In order to make Halloween scary this year, children are ordered to NOT wear
masks.

------
mistersquid
This subject is also featured in a MetaFilter front page post (FPP) titled
"The 'Science' Behind the Plague Doctor Costume" on the site MetaFilter from
2015. [0] The FPP links to a Mental Floss article on the "Anatomy of 14th
Century Bubonic Plague Hazmat Suits". [1]

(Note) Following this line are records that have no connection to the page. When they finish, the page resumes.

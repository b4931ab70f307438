import Box from '@mui/material/Box';
import Paper from '@mui/material/Paper';
import Typography from '@mui/material/Typography';
import { Navigate, useNavigate, useSearchParams } from 'react-router-dom';
import { Logo } from '@/components/logo';
import { homeFor, safeNext } from '@/config/paths';
import { SignInForm } from '@/features/auth/components/sign-in-form';
import { useSession } from '@/lib/session';

export function Component() {
  const session = useSession();
  const navigate = useNavigate();
  const [params] = useSearchParams();
  const next = safeNext(params.get('next'));
  if (session) return <Navigate to={next ?? homeFor(session.user.role)} replace />;
  return (
    <Box sx={{ minHeight: '100dvh', display: 'grid', placeItems: 'center', p: 2, bgcolor: 'primary.main' }}>
      <Paper sx={{ width: '100%', maxWidth: 420, p: { xs: 3, sm: 4 } }} elevation={3}>
        <Box sx={{ color: 'primary.main', mb: 1 }}>
          <Logo size={40} />
        </Box>
        <Typography color="text.secondary" sx={{ mb: 3 }}>
          Site records, test results and paperwork, with or without signal.
        </Typography>
        <SignInForm onSignedIn={(s) => navigate(next ?? homeFor(s.user.role), { replace: true })} />
      </Paper>
    </Box>
  );
}
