/**
 * The shape every check returns, and the input guards shared by all calculations.
 */

/** `check` means the figures are not enough to decide: a reading is missing or looks wrong. */
export type Verdict = 'pass' | 'fail' | 'check';

export interface CheckResult {
  readonly verdict: Verdict;
  /** The figure that was judged (a reading or a computed value); null when the reading is missing. */
  readonly value: number | null;
  /** The figure it was judged against; null where no single limit applies. */
  readonly limit: number | null;
  readonly unit: string;
  /** The published table or clause the limit comes from. */
  readonly source: string;
  /** One plain sentence for the technician. */
  readonly note: string;
}

/** A check with a stable name, so screens can place it beside the reading it concerns. */
export type Finding = CheckResult & { readonly name: string };

/** Shown beside verdicts on every screen and document. */
export const VERDICT_DISCLAIMER =
  'Wiretrail verdicts are an aid to checking figures, not a certificate of compliance: ' +
  'the wiring regulations in force, local codes and a competent person decide (a licensed electrician only where local law requires one).';

/** Thrown for inputs that make no physical sense or that the rule set has no published value for. */
export class InvalidInputError extends Error {
  readonly field: string;

  constructor(field: string, message: string) {
    super(`${field}: ${message}`);
    this.name = 'InvalidInputError';
    this.field = field;
  }
}

/** A reading the technician has not entered yet. */
export type Reading = number | null | undefined;

const VERDICT_RANK: Readonly<Record<Verdict, number>> = { pass: 0, check: 1, fail: 2 };

/** The overall verdict of several findings: any fail fails, otherwise any check asks for a look. */
export function worstVerdict(verdicts: readonly Verdict[]): Verdict {
  let worst: Verdict = 'pass';
  for (const v of verdicts) {
    if (VERDICT_RANK[v] > VERDICT_RANK[worst]) worst = v;
  }
  return worst;
}

/** Rounds half away from zero to `places` decimals, correcting binary noise such as 1.005 * 100. */
export function roundTo(value: number, places: number): number {
  const factor = 10 ** places;
  const scaled = Math.abs(value) * factor;
  const rounded = Math.round(Number(scaled.toPrecision(12)));
  return (Math.sign(value) * rounded) / factor;
}

export function requireFinite(field: string, value: unknown): number {
  if (typeof value !== 'number' || !Number.isFinite(value)) {
    throw new InvalidInputError(field, `must be a finite number, got ${describe(value)}`);
  }
  return value;
}

export function requireNonNegative(field: string, value: unknown): number {
  const n = requireFinite(field, value);
  if (n < 0) throw new InvalidInputError(field, `must not be negative, got ${n}`);
  return n;
}

export function requirePositive(field: string, value: unknown): number {
  const n = requireFinite(field, value);
  if (n <= 0) throw new InvalidInputError(field, `must be greater than zero, got ${n}`);
  return n;
}

/** A measured value that may still be missing: null/undefined pass through, anything else must be a real, non-negative number. */
export function optionalReading(field: string, value: unknown): number | null {
  if (value === null || value === undefined) return null;
  return requireNonNegative(field, value);
}

export function requireOneOf<T extends string | number>(field: string, value: unknown, allowed: readonly T[]): T {
  if (!allowed.includes(value as T)) {
    throw new InvalidInputError(field, `must be one of ${allowed.join(', ')}, got ${describe(value)}`);
  }
  return value as T;
}

export function requireObject(field: string, value: unknown): Record<string, unknown> {
  if (typeof value !== 'object' || value === null) {
    throw new InvalidInputError(field, `must be an object, got ${describe(value)}`);
  }
  return value as Record<string, unknown>;
}

function describe(value: unknown): string {
  if (typeof value === 'string') return JSON.stringify(value);
  if (typeof value === 'number') return String(value);
  if (value === null) return 'null';
  if (value === undefined) return 'nothing';
  return typeof value;
}

/** Looks a key up in a published table, throwing a clear error for keys the table does not list. */
export function tableRow(
  field: string,
  key: number,
  table: { readonly rows: Readonly<Record<number, number>>; readonly source: string },
): number {
  const value = Object.hasOwn(table.rows, String(key)) ? table.rows[key] : undefined;
  if (value === undefined) {
    const listed = Object.keys(table.rows).map(Number).sort((a, b) => a - b).join(', ');
    throw new InvalidInputError(field, `${key} is not listed in ${table.source} (listed: ${listed})`);
  }
  return value;
}
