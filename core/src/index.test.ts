import { describe, expect, it } from 'vitest';
import * as core from './index.js';

describe('@wiretrail/core public API', () => {
  it('exports the functions the app, the server and outside checks call, under their fixed names', () => {
    const functions = [
      'resistancePerMetre',
      'r1r2PerMetre',
      'checkRing',
      'extendRing',
      'maxZs',
      'checkZs',
      'checkInsulation',
      'checkRcd',
      'voltageDrop',
      'fuseForLoad',
      'checkSafeZone',
      'classifyWiremap',
      'tdrLengthM',
      'checkLink',
    ];
    for (const name of functions) {
      expect(typeof (core as Record<string, unknown>)[name], name).toBe('function');
    }
  });

  it('exports the pin schemes, the default rule set, the error class and the disclaimer', () => {
    expect(core.T568A).toHaveLength(8);
    expect(core.T568B).toHaveLength(8);
    expect(core.DEFAULT_RULE_SET.id).toBe('uk-bs7671-2018-a2-2022');
    expect(new core.InvalidInputError('lengthM', 'must not be negative')).toBeInstanceOf(Error);
    expect(core.VERDICT_DISCLAIMER.length).toBeGreaterThan(0);
  });

  it('exports the role names the server and the app both decide by', () => {
    expect(core.ROLES).toEqual(['admin', 'office', 'technician']);
  });
});
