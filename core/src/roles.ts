/**
 * Who a person is to the organisation: the admin manages the team, the office runs jobs and paperwork, a
 * technician works on site. The server's guards and the app's screens both decide by these names.
 */
export const ROLES = ['admin', 'office', 'technician'] as const;
export type Role = (typeof ROLES)[number];
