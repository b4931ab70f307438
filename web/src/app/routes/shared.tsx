import { useParams } from 'react-router-dom';
import { SharedJobPage } from '@/features/share-links/components/shared-job-page';

/** A customer's share link: open to anyone holding it, outside the signed-in app. */
export function Component() {
  const { token = '' } = useParams();
  return <SharedJobPage token={token} />;
}
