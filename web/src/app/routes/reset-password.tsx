import Alert from '@mui/material/Alert';
import Button from '@mui/material/Button';
import Typography from '@mui/material/Typography';
import { useState } from 'react';
import { Link as RouterLink, useSearchParams } from 'react-router-dom';
import { AuthCard } from '@/components/layouts/auth-card';
import { paths } from '@/config/paths';
import { ResetPasswordForm } from '@/features/auth/components/reset-password-form';

export function Component() {
  const [params] = useSearchParams();
  const token = params.get('token') ?? '';
  const [done, setDone] = useState(false);
  return (
    <AuthCard>
      <Typography variant="h1" sx={{ mb: 2 }}>
        Set a new password
      </Typography>
      {done ? (
        <>
          <Alert severity="success" sx={{ mb: 2 }}>
            Your password is set. You have been signed out everywhere; sign in with the new one.
          </Alert>
          <Button variant="contained" component={RouterLink} to={paths.signIn.path}>
            Sign in
          </Button>
        </>
      ) : token ? (
        <ResetPasswordForm token={token} onDone={() => setDone(true)} />
      ) : (
        <Alert severity="warning">This page needs the link from the e-mail. Ask your admin to send a new one.</Alert>
      )}
    </AuthCard>
  );
}
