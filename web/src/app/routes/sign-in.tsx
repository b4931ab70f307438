import Typography from '@mui/material/Typography';
import { Navigate, useNavigate, useSearchParams } from 'react-router-dom';
import { AuthCard } from '@/components/layouts/auth-card';
import { homeFor, safeNext } from '@/config/paths';
import { SignInForm } from '@/features/auth/components/sign-in-form';
import { useSession } from '@/lib/session';

export function Component() {
  const session = useSession();
  const navigate = useNavigate();
  const [params] = useSearchParams();
  const next = safeNext(params.get('next'));
  if (session) return <Navigate to={next ?? homeFor(session.user.role)} replace />;
  return (
    <AuthCard>
      <Typography color="text.secondary" sx={{ mb: 3 }}>
        Site records, test results and paperwork, with or without signal.
      </Typography>
      <SignInForm onSignedIn={(s) => navigate(next ?? homeFor(s.user.role), { replace: true })} />
    </AuthCard>
  );
}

What struck and haunted me about the "science" of Bubonic plague equipment was
how so very close those cultures were to understanding the transmission of
many diseases (though, ironically, not Bubonic Plague) and the Germ Theory of
disease itself.

Quoting (in part) what I wrote then:

> Daniel Defoe's _Journal of the Plague Year_ published in 1722 [2] comes just
> before Pasteur's experiments confirming the Germ Theory of disease and it,
> too, is tantalizingly close about the empirical cause of the spread of
> Bubonic plague. [3]

Humans have come quite a ways toward understanding the science of infectious
diseases, but given the many ways diseases propagate, one can't help but
wonder how close we are to our 14th-century forbears when looked from the
vantage of what we may know in 28th century. (That is, 14th century : 21st
century :: 21st century : 28th century)

[0] [https://www.metafilter.com/154520/The-Science-Behind-the-
Pla...](https://www.metafilter.com/154520/The-Science-Behind-the-Plague-
Doctor-Costume)

[1] [http://mentalfloss.com/article/49217/anatomy-14th-century-
bu...](http://mentalfloss.com/article/49217/anatomy-14th-century-bubonic-
plague-hazmat-suits)

[2]
[https://en.wikipedia.org/wiki/A_Journal_of_the_Plague_Year](https://en.wikipedia.org/wiki/A_Journal_of_the_Plague_Year)

[3] [https://www.metafilter.com/154520/The-Science-Behind-the-
Pla...](https://www.metafilter.com/154520/The-Science-Behind-the-Plague-
Doctor-Costume#6277119)

------
speedgoose
So much for openculture dot com when they serve a forbidden error.